Radiolab has a show on randomness (the embed feature doesn’t work) where they discuss an experiment of flipping a coin 100 times. A string of tails appeared 7 times, which seems to be relatively small. Indeed, given 7 coin tosses, the probability of all 7 coming up tails is

[latex]\frac{1}{2^7} = \frac{1}{128} \approx 0.007812 \text{.}[/latex]

As an aside, the probability of all coming up the same side is [latex]\frac{1}{2^6}[/latex] because the initial toss does not matter. All that matters is that all subsequent tosses match.

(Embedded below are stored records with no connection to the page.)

def to_stock_line(row) -> StockLine:
    """The plain record the core works with, from a StockLineRow or a Core row of stock_lines."""
    return StockLine(
        id=row.id,
        kind=row.kind,
        value=row.value,
        tol_minus=row.tol_minus,
        tol_plus=row.tol_plus,
        quantity=row.quantity,
        location=row.location,
        package=row.package,
        rating=row.rating,
        dielectric=row.dielectric,
        polarized=bool(row.polarized),
        note=row.note,
        part=row.part,
        turns=row.turns,
        rating_current=row.rating_current,
        reorder_at=row.reorder_at,
    )


def lock_stock_for_plan(session: Union["Session", sa.Connection]) -> None:
    """Make this unit the only one that plans from the stock and then changes it (imports, kits,
    pulls) until it ends. SQLite: nothing to do, BEGIN IMMEDIATE already admits one writer at a
    time. PostgreSQL: a transaction-scoped advisory lock, taken before the stock is read, so two
    benches importing one file at once cannot both plan "new line" for the same part (the second
    plans against the first one's committed lines; the unique identity index backs this up), and
    a pull's shortage check sees the quantities it will change. Single guarded changes (adjust,
    undo) do not need it."""
    if _dialect_name(session) == "postgresql":
        session.execute(sa.text("SELECT pg_advisory_xact_lock(:k)"), {"k": _PG_STOCK_PLAN_LOCK})


def _dialect_name(session: Union["Session", sa.Connection]) -> str:
    """The backend's name ("sqlite", "postgresql") behind a Session or a Connection."""
    bind = session.get_bind() if hasattr(session, "get_bind") else session
    return bind.dialect.name


def load_stock(session: Union["Session", sa.Connection],
               kind: str | tuple[str, ...] | None = None) -> list[StockLine]:
    """All stock lines (optionally of one kind, or of the kinds in a tuple), ordered by id; a Core
    query, so a Connection from ``transaction(..., core=True)`` serves as well as a Session."""
    stmt = sa.select(stock_lines).order_by(stock_lines.c.id)
    if isinstance(kind, tuple):
        stmt = stmt.where(stock_lines.c.kind.in_(kind))
    elif kind is not None:
        stmt = stmt.where(stock_lines.c.kind == kind)
    if hasattr(session, "flush"):
        session.flush()  # a Session's pending rows first (a Core select does not autoflush)
    return [to_stock_line(r) for r in session.execute(stmt)]


def save_search(session: Union["Session", sa.Connection], mode: str, target: dict, params: dict,
                options: list[tuple[str, dict]]) -> int:
    """Write one search (``mode``, its target and parameters as JSON) and its options, each given
    as (connection, the option exactly as ``--json`` prints it: rank, error, ...); returns the new
    search id. Core inserts (the id comes back through RETURNING / lastrowid on either backend),
    so a Connection from ``transaction(..., core=True)`` serves as well as a Session."""
    search_id = session.execute(
        sa.insert(searches).values(mode=mode, target_json=json.dumps(target), params_json=json.dumps(params))
    ).inserted_primary_key[0]
    if options:
        session.execute(sa.insert(search_options), [
            {"search_id": search_id, "rank": opt["rank"], "connection": connection,
             "error": float(opt["error"]), "data_json": json.dumps(opt)}
            for connection, opt in options])
    return int(search_id)


def line_label(row: Union["StockLineRow", StockLine]) -> str:
    """'stock line 7 (resistor 4.7 kΩ, A1)', 'stock line 9 (ic NE555P, B3)' — how messages name a line."""
    if row.kind in VALUELESS_KINDS:
        where = f", {row.location}" if row.location else ""
        return f"stock line {row.id} ({row.kind} {row.part or '?'}{where})"
    try:
        from selector.core.notation import FARAD, OHM, format_value

        shown = format_value(row.value, FARAD if row.kind == "capacitor" else OHM)
    except Exception:  # notation not available or value odd: fall back to the plain number
        shown = f"{row.value:g}"
    where = f", {row.location}" if row.location else ""
    return f"stock line {row.id} ({row.kind} {shown}{where})"


def apply_movement(
    session: "Session",
    line_id: int,
    delta: int,
    reason: str,
    reference: str = "",
    pull_id: int | None = None,
) -> int:
    """Change the quantity of one stock line by ``delta`` and write the ledger row; returns the new
    quantity. A single guarded UPDATE, so concurrent pulls can never drive stock below zero.
    Raises UnknownStockLine or InsufficientStock (nothing changed). A zero delta writes nothing."""
    if isinstance(delta, bool) or not isinstance(delta, int):
        raise TypeError("delta must be an int")
    if not 0 < line_id <= _MAX_ID:
        raise UnknownStockLine(f"there is no stock line {line_id}")
    if abs(delta) > MAX_QUANTITY:
        raise InsufficientStock(f"a change of {delta:+d} parts is beyond any stock (at most {MAX_QUANTITY})")
    from sqlalchemy.orm.util import identity_key

    from selector.store.models import StockLineRow

    if delta == 0:
        row = session.get(StockLineRow, line_id)
        if row is None:
            raise UnknownStockLine(f"there is no stock line {line_id}")
        return row.quantity
    lines = stock_lines
    session.flush()  # pending ORM changes (e.g. a line added in this unit) go first
    result = session.execute(
        sa.update(lines)
        .where(lines.c.id == line_id, lines.c.quantity + delta >= 0)
        .values(quantity=lines.c.quantity + delta, updated_at=utcnow())
    )
    if result.rowcount == 0:
        row = session.get(StockLineRow, line_id, populate_existing=True)
        if row is None:
            raise UnknownStockLine(f"there is no stock line {line_id}")
        raise InsufficientStock(
            f"{line_label(row)} holds {row.quantity}; a change of {delta:+d} would leave {row.quantity + delta}"
        )
    # Core statements bypass the identity map: make a loaded copy of this line re-read itself.
    loaded = session.identity_map.get(identity_key(StockLineRow, line_id))
    if loaded is not None:
        session.expire(loaded, ["quantity", "updated_at"])
    session.execute(
        sa.insert(movements).values(
            line_id=line_id, delta=delta, reason=reason, reference=reference[:255], pull_id=pull_id
        )
    )
    new_qty = session.execute(sa.select(lines.c.quantity).where(lines.c.id == line_id)).scalar_one()
    return int(new_qty)
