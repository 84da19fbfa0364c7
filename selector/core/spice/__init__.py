"""SPICE netlists of an option and reading ngspice's measurements back (pure; stdlib only).
``netlist`` holds the records, the network wiring, the behavioural 555 and the measurement
reading; the public names are re-exported here."""

from selector.core.spice.netlist import *  # noqa: F401,F403
from selector.core.spice.netlist import (  # noqa: F401  (underscored helpers some callers use)
    _eng, _num, _tran, _wave_block,
)
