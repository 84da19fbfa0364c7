"""SPICE netlists of an option and reading ngspice's measurements back (pure).
``netlist`` holds the records, the network wiring, the behavioural 555 and the measurement
parsing; ``build`` asks the option's circuit kind for its netlist, measurements and corners.
The public names are re-exported here."""

from selector.core.spice.netlist import *  # noqa: F401,F403
from selector.core.spice.netlist import (  # noqa: F401  (helpers the circuit modules use)
    _eng, _need, _net, _num, _tran, _wave_block,
)
from selector.core.spice.build import build_netlist, corner_circuits, reduce_measurements  # noqa: F401
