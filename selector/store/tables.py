"""The schema as SQLAlchemy Core tables: the one place that declares every table, column, type,
constraint and index of the stock database. The Alembic revisions in ``migrations/`` create and
upgrade the schema; these tables must match the head revision (tests/store/test_migrations.py runs
alembic's autogenerate comparison against this metadata).

Core only: importing this module does not import ``sqlalchemy.orm``. The hot path of a search
(reading the stock lines, saving the search and its options) works on these tables directly; the
ORM classes in ``models.py`` are mapped onto the same Table objects, for the use cases that want
objects (imports, pulls, undo, the ledger)."""

from __future__ import annotations

from datetime import datetime, timezone

from sqlalchemy import (
    Boolean,
    CheckConstraint,
    Column,
    DateTime,
    Float,
    ForeignKey,
    Index,
    Integer,
    MetaData,
    String,
    Table,
    Text,
    func,
)

# Named constraints so Alembic batch operations can drop/recreate them by name.
NAMING = {
    "ix": "ix_%(column_0_label)s",
    "uq": "uq_%(table_name)s_%(column_0_name)s",
    "ck": "ck_%(table_name)s_%(constraint_name)s",
    "fk": "fk_%(table_name)s_%(column_0_name)s_%(referred_table_name)s",
    "pk": "pk_%(table_name)s",
}

metadata = MetaData(naming_convention=NAMING)
"""Every table of the stock database (models.Base.metadata is this object)."""


def utcnow() -> datetime:
    return datetime.now(timezone.utc).replace(tzinfo=None)


KIND_CHECK = "kind IN ('resistor', 'capacitor', 'trimmer', 'ic', 'diode')"
"""The kinds a stock line may have (core/types.py KINDS; migration 0004 writes the same text)."""

VALUE_CHECK = "(kind IN ('ic', 'diode') AND value = 0) OR (kind NOT IN ('ic', 'diode') AND value > 0)"
"""An IC or a diode is named by its part text and has no value (0); every other kind has a value
above zero (migration 0004 writes the same text)."""

IDENTITY_UNKNOWN_RATING = -1.0
"""Stands for "no rating" (and "no turns", "no rating current") in the identity index: a real
rating, turn count or current is above zero (import validation and CHECKs), so it can never be
mistaken for one. NULLs are distinct in a plain unique index on both backends, so the index uses
COALESCE(column, -1) instead of the nullable column."""


stock_lines = Table(
    "stock_lines", metadata,
    Column("id", Integer, primary_key=True),
    Column("kind", String(16), nullable=False),
    Column("value", Float, nullable=False),  # ohms or farads
    Column("tol_minus", Float, nullable=False),  # fraction below nominal
    Column("tol_plus", Float, nullable=False),  # fraction above nominal
    Column("quantity", Integer, nullable=False, default=0),
    Column("location", String(64), nullable=False, default=""),
    Column("package", String(64), nullable=False, default=""),
    Column("rating", Float, nullable=True),  # W (resistor, trimmer), V (capacitor,
    #                                          diode: forward drop at rating_current)
    Column("dielectric", String(32), nullable=False, default=""),
    Column("polarized", Boolean, nullable=False, default=False),
    Column("note", Text, nullable=False, default=""),
    Column("part", String(64), nullable=False, default="", server_default=""),  # "NE555P"
    Column("turns", Integer, nullable=True),  # trimmer: turns end to end
    Column("rating_current", Float, nullable=True),  # A (diode's forward drop)
    Column("reorder_at", Integer, nullable=True),  # low at or below this
    Column("created_at", DateTime, nullable=False, default=utcnow),
    Column("updated_at", DateTime, nullable=False, default=utcnow, onupdate=utcnow),
    CheckConstraint("quantity >= 0", name="quantity_nonneg"),
    CheckConstraint(KIND_CHECK, name="kind_known"),
    CheckConstraint(VALUE_CHECK, name="value_positive"),
    CheckConstraint("tol_minus >= 0 AND tol_minus < 1 AND tol_plus >= 0", name="tolerance_sane"),
    CheckConstraint("turns IS NULL OR turns >= 1", name="turns_positive"),
    CheckConstraint("rating_current IS NULL OR rating_current > 0", name="rating_current_positive"),
    CheckConstraint("reorder_at IS NULL OR reorder_at >= 0", name="reorder_at_nonneg"),
)
"""One stock line: a part value with its attributes, in one location, with a quantity."""

_s = stock_lines.c
Index(
    "uq_stock_lines_identity",
    _s.kind, _s.value, _s.tol_minus, _s.tol_plus, _s.location, _s.package,
    func.coalesce(_s.rating, IDENTITY_UNKNOWN_RATING), _s.dielectric,
    _s.part, func.coalesce(_s.turns, -1),
    func.coalesce(_s.rating_current, IDENTITY_UNKNOWN_RATING),
    unique=True,
)
"""The identity of a stock line (services/stock.py merges on exactly these): at most one line
per identity, whatever several benches import at once."""


movements = Table(
    "movements", metadata,
    Column("id", Integer, primary_key=True),
    Column("line_id", ForeignKey("stock_lines.id", ondelete="RESTRICT"), nullable=False, index=True),
    Column("delta", Integer, nullable=False),
    Column("reason", String(16), nullable=False),  # import, adjust, set, kit, pull, undo
    Column("reference", String(255), nullable=False, default=""),
    Column("pull_id", ForeignKey("pulls.id", ondelete="RESTRICT"), nullable=True, index=True),
    Column("created_at", DateTime, nullable=False, default=utcnow),
)
"""One ledger row: a signed quantity change of one stock line, with its reason."""


searches = Table(
    "searches", metadata,
    Column("id", Integer, primary_key=True),
    Column("mode", String(16), nullable=False),  # value, astable, monostable, rc
    Column("target_json", Text, nullable=False),  # the JSON "target" object
    Column("params_json", Text, nullable=False),  # chip, vcc, diode_vf, boards, ...
    Column("created_at", DateTime, nullable=False, default=utcnow),
)
"""One run of ``find``: what was asked and with which settings."""


search_options = Table(
    "search_options", metadata,
    Column("id", Integer, primary_key=True),
    Column("search_id", ForeignKey("searches.id", ondelete="CASCADE"), nullable=False, index=True),
    Column("rank", Integer, nullable=False),
    Column("connection", String(32), nullable=False, default=""),
    Column("error", Float, nullable=False),
    Column("data_json", Text, nullable=False),
)
"""One numbered option of a saved search; ``data_json`` is the option exactly as ``--json``
prints it (networks with their parts and line ids)."""


pulls = Table(
    "pulls", metadata,
    Column("id", Integer, primary_key=True),
    Column("search_id", ForeignKey("searches.id", ondelete="RESTRICT"), nullable=False),
    Column("option_rank", Integer, nullable=False),
    Column("boards", Integer, nullable=False, default=1),
    Column("created_at", DateTime, nullable=False, default=utcnow),
    Column("undone_at", DateTime, nullable=True),
)
"""Taking an option's parts out of stock; its ledger rows point back here."""
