"""Stock CSV files as plain rows: reading (bytes → header-checked text cells with the row numbers a
spreadsheet shows) and writing. No value parsing here; that happens in services/stock.py with the
notation module, so this module only knows about the file's shape.

Reading rules: UTF-8 with or without a byte-order mark; comma, semicolon or tab delimiter, chosen
from the header line; headers case-insensitive with spaces around them ignored; blank lines
skipped; the header is row 1 when the file starts with it (rows are counted the way a spreadsheet
numbers them, blank rows included). Every structural problem is collected and raised together as
InvalidStockFile, so the user sees all of them at once.

Spreadsheet safety: every cell written is neutralised against formula evaluation, and every cell
read has that neutralisation undone (selector/core/cells.py), so export -> import is identical.
"""

from __future__ import annotations

import csv
import io
from dataclasses import dataclass
from pathlib import Path
from typing import Iterable, Mapping

from selector.core.cells import neutralize_cell, restore_cell
from selector.core.errors import InvalidStockFile, UnreadableFile

COLUMNS: tuple[str, ...] = (
    "kind", "value", "tolerance", "quantity", "location", "package", "rating", "dielectric", "note",
    "part", "turns", "reorder_at",
)
"""Every column a stock file may have (README "Stock file"); a header cell is matched without
regard to case, with spaces inside read as underscores ("Reorder At" is reorder_at)."""
REQUIRED: tuple[str, ...] = ("kind", "value", "quantity")
_DELIMITERS = (",", ";", "\t")
_REJECTED = "\0rejected"  # a header cell already reported as unknown or duplicate


@dataclass(frozen=True)
class RawRow:
    """One data row of a stock file: its spreadsheet row number and the text of every known column
    (stripped; "" where the file has no such column or the cell is empty)."""

    row: int
    cells: Mapping[str, str]


def column_letter(index: int) -> str:
    """Spreadsheet column name for a 0-based index: 0 → A, 25 → Z, 26 → AA."""
    name = ""
    index += 1
    while index:
        index, rem = divmod(index - 1, 26)
        name = chr(ord("A") + rem) + name
    return name


def _decode(data: bytes) -> str:
    try:
        return data.decode("utf-8-sig")
    except UnicodeDecodeError as err:
        row = data.count(b"\n", 0, err.start) + 1
        byte = data[err.start]
        raise InvalidStockFile(
            [f"row {row}: byte 0x{byte:02X} is not UTF-8: save the file as UTF-8 (CSV UTF-8) and import again"]
        ) from None


def sniff_delimiter(header_line: str) -> str:
    """The delimiter that occurs most often in the header line (comma when none occurs)."""
    counts = {d: header_line.count(d) for d in _DELIMITERS}
    best = max(_DELIMITERS, key=lambda d: counts[d])
    return best if counts[best] else ","


def read_stock_csv(data: bytes) -> list[RawRow]:
    """Check the file's shape and return its data rows. Raises InvalidStockFile listing every
    problem: empty file, bytes that are not UTF-8, unknown/duplicate/missing columns, rows with more
    cells than the header has columns, broken quoting."""
    text = _decode(data)
    first = next((ln for ln in text.splitlines() if ln.strip()), None)
    if first is None:
        raise InvalidStockFile(
            [f"row 1: the file is empty: expected a header row naming the columns, e.g. {','.join(COLUMNS)}"]
        )
    delimiter = sniff_delimiter(first)
    reader = csv.reader(io.StringIO(text, newline=""), delimiter=delimiter, strict=True)
    problems: list[str] = []
    header: list[str] | None = None
    header_row = 0
    names: list[str | None] = []  # column name per cell position (None: ignored blank column)
    rows: list[RawRow] = []
    rownum = 0
    try:
        for record in reader:
            rownum += 1
            if not any(cell.strip() for cell in record):
                continue
            if header is None:
                header, header_row = record, rownum
                names = _check_header(record, rownum, problems)
                continue
            cells = [restore_cell(c.strip()) for c in record]
            if len(cells) > len(names) and any(cells[len(names):]):
                problems.append(
                    f"row {rownum}: {len(cells)} cells but the header (row {header_row}) names "
                    f"{len(names)} columns; remove the extra cells or add a header for them"
                )
                continue
            values = {c: "" for c in COLUMNS}
            for i, (name, cell) in enumerate(zip(names, cells)):
                if name == _REJECTED:  # already reported in the header
                    continue
                if name is None:
                    if cell:
                        problems.append(
                            f'row {rownum}, column {column_letter(i)}: "{cell}": '
                            "this column has no header; name it or leave it empty"
                        )
                    continue
                values[name] = cell
            rows.append(RawRow(rownum, values))
    except csv.Error as err:
        problems.append(f"row {rownum + 1}: the CSV quoting is broken ({err}); check for a stray double quote")
    if problems:
        raise InvalidStockFile(problems)
    return rows


def _check_header(record: list[str], rownum: int, problems: list[str]) -> list[str | None]:
    names: list[str | None] = []
    seen: dict[str, int] = {}
    for i, cell in enumerate(record):
        name = "_".join(cell.strip().lower().split())
        if not name:
            names.append(None)
            continue
        if name not in COLUMNS:
            problems.append(
                f'row {rownum}, column {column_letter(i)}: "{cell.strip()}": unknown column; '
                f"expected some of {', '.join(COLUMNS)}"
            )
            names.append(_REJECTED)
            continue
        if name in seen:
            problems.append(
                f'row {rownum}, column {column_letter(i)}: "{cell.strip()}": duplicate column '
                f"(already column {column_letter(seen[name])}); keep one of them"
            )
            names.append(_REJECTED)
            continue
        seen[name] = i
        names.append(name)
    missing = [c for c in REQUIRED if c not in seen and not (c == "value" and "part" in seen)]  # ICs, diodes
    if missing:
        problems.append(
            f"row {rownum}: missing required column{'s' if len(missing) > 1 else ''} "
            f"{', '.join(missing)} (the header must name at least {', '.join(REQUIRED)})"
        )
    return names


def read_stock_file(path: str | Path) -> list[RawRow]:
    """read_stock_csv on a file; an unreadable file raises UnreadableFile naming it."""
    p = Path(path)
    try:
        data = p.read_bytes()
    except IsADirectoryError:
        raise UnreadableFile(f"cannot read the stock file {p}: it is a directory") from None
    except OSError as err:
        raise UnreadableFile(f"cannot read the stock file {p}: {err.strerror or err}") from None
    return read_stock_csv(data)


def write_stock_csv(out: io.TextIOBase, rows: Iterable[Mapping[str, str]]) -> int:
    """Write the header and one line per row (text cells keyed by column, each neutralised against
    spreadsheet formulas); returns the row count."""
    writer = csv.DictWriter(out, fieldnames=list(COLUMNS), lineterminator="\n")
    writer.writeheader()
    n = 0
    for row in rows:
        writer.writerow({c: neutralize_cell(row.get(c, "")) for c in COLUMNS})
        n += 1
    return n


def write_stock_file(path: str | Path, rows: Iterable[Mapping[str, str]]) -> int:
    """write_stock_csv to a file, written whole or not at all. UTF-8 with a byte-order mark: that
    is how spreadsheet programs recognise UTF-8 (Ω, µ) in a CSV; read_stock_csv accepts it."""
    p = Path(path)
    tmp = p.with_name(p.name + ".tmp")
    try:
        with open(tmp, "w", encoding="utf-8-sig", newline="") as fh:
            n = write_stock_csv(fh, rows)
        tmp.replace(p)
    except OSError as err:
        try:
            tmp.unlink()
        except OSError:
            pass
        raise UnreadableFile(f"cannot write {p}: {err.strerror or err}") from None
    return n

The discussion sets up an experiment where one group flips a coin 100 times and a second group says they flip a coin 100 times and each reports the results. A statistics professor can then tell the difference because the group that actually flipped the coin got a string of 7 tails which seems unlikely, but is more likely than you think. The show notes that the probability of getting 7 tails is 1 in 6 because there are 14 groups of 7 in 100. Which in one sense is true. But with overlap, there are 94 groups of 7 any one of which can be all tails. So the probability of getting a string of exactly 7 tails is really

[latex]1 - \big(\frac{127}{128}\big)^{94} \approx 0.521576 \text{.}[/latex]

Or just more than half of all sets of 100 flips will contain a string of 7 tails. And if we can allow that we don’t care about whether the string of 7 is either heads or tails, the probability jumps to more than three-quarters:

[latex]1 - \big(\frac{63}{64}\big)^{94} \approx 0.772440 \text{.}[/latex]

These are all a lot more than the 1 in 6 Radiolab claims.